■ **ACTION ITEM**: For the entries below, report the number of lines where the string "first" appears, and only that number.

(Saved data entries)

########################################

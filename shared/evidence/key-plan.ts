import { boundingBox, type Box } from '../geometry/bounding-box.ts';
import { planDistance } from '../geometry/plan-distance.ts';
import type { PlanPoint } from '../geometry/point.ts';
import type { ColumnPart, ColumnPen } from './column-part.ts';
import { backgroundMarks } from './background-marks.ts';
import { groundFrame, type GroundFrame } from './ground-frame.ts';
import { boxMark, cornersOf, lineMark, type Mark, type Rectangle, type Spot } from './marks.ts';
import type { PlanBackground } from './plan-material.ts';
import type { PlannedSheet } from './planned-sheets.ts';

/** How high a key plan is on A3, and what stays free round what it shows, in mm. */
const [TALL, MARGIN] = [27, 2.5];
const NUMBER = 6.5;
/** A neighbour has its number where its frame is so wide on the key plan, in mm. */
const WIDE = 7;

/** The frames of the plans among some sheets, by number. */
function framesOf(all: readonly PlannedSheet[]): { number: number; frame: GroundFrame }[] {
  return all.flatMap(({ number, what }) =>
    what.kind === 'plan' ? [{ number, frame: what.frame }] : [],
  );
}

function frameAround(window: Rectangle, { west, south, east, north }: Box): GroundFrame {
  const inside = {
    wide: window.right - window.left - 2 * MARGIN,
    tall: window.bottom - window.top - 2 * MARGIN,
  };
  const denominator =
    1000 * Math.max((east - west) / inside.wide, (north - south) / inside.tall, 0.001);
  return groundFrame(window, { centre: [(west + east) / 2, (south + north) / 2], denominator });
}

function sheetMarks(
  key: GroundFrame,
  { number, frame }: { number: number; frame: GroundFrame },
  isThis: boolean,
): Mark[] {
  const ring = cornersOf(frame.window).map((corner): Spot => key.place(frame.ground(corner)));
  const [x, y] = key.place(frame.ground([
    (frame.window.left + frame.window.right) / 2,
    (frame.window.top + frame.window.bottom) / 2,
  ])); // prettier-ignore
  const [first, second] = ring;
  const isWide = first !== undefined && second !== undefined && planDistance(first, second) >= WIDE;
  const outline: Mark = {
    ...{ kind: 'shape', rings: [ring], isClosed: true },
    ...(isThis && { fill: 'band' }),
    stroke: { ink: 'ink', width: isThis ? 0.5 : 0.2 },
  };
  if (!isThis && !isWide) return [outline];
  const words = String(number);
  const look = { size: NUMBER, isStrong: isThis, anchor: 'middle' } as const;
  return [outline, { kind: 'words', words, at: [x, y + 0.8], ...look }];
}

type Key = {
  readonly line: readonly PlanPoint[];
  readonly all: readonly PlannedSheet[];
  readonly number: number;
  readonly ground: readonly PlanBackground[];
};

/**
 * Where a sheet lies on the line, with the other sheets of its print; grid north is up.
 *
 * Units: mm. Valid: any sheets. Source: [own].
 */
export function keyPart(pen: ColumnPen, { line, all, number, ground }: Key): ColumnPart {
  const height = TALL * pen.scale;
  const frames = framesOf(all);
  const corners = frames.flatMap(({ frame }) => cornersOf(frame.window).map(frame.ground));
  const box = boundingBox([...line, ...corners]);
  // this sheet's ground first, so that the numbers of its neighbours stay readable
  const [own, others] = [true, false].map((isOwn) =>
    frames.filter((one) => (one.number === number) === isOwn),
  );
  return {
    height: height + 1,
    marks: ([x, y]) => {
      const window = { left: x, top: y, right: x + pen.width, bottom: y + height };
      const key = frameAround(window, box);
      const marks = [
        ...backgroundMarks(key, ground),
        ...(own ?? []).flatMap((one) => sheetMarks(key, one, true)),
        ...(others ?? []).flatMap((one) => sheetMarks(key, one, false)),
        lineMark(line.map(key.place), { ink: 'ink', width: 0.5 }),
      ];
      return [
        { kind: 'within', window, marks },
        boxMark(window, { stroke: { ink: 'rule', width: 0.18 } }),
      ];
    },
  };
}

########################################

■ **ANSWER AREA**: 3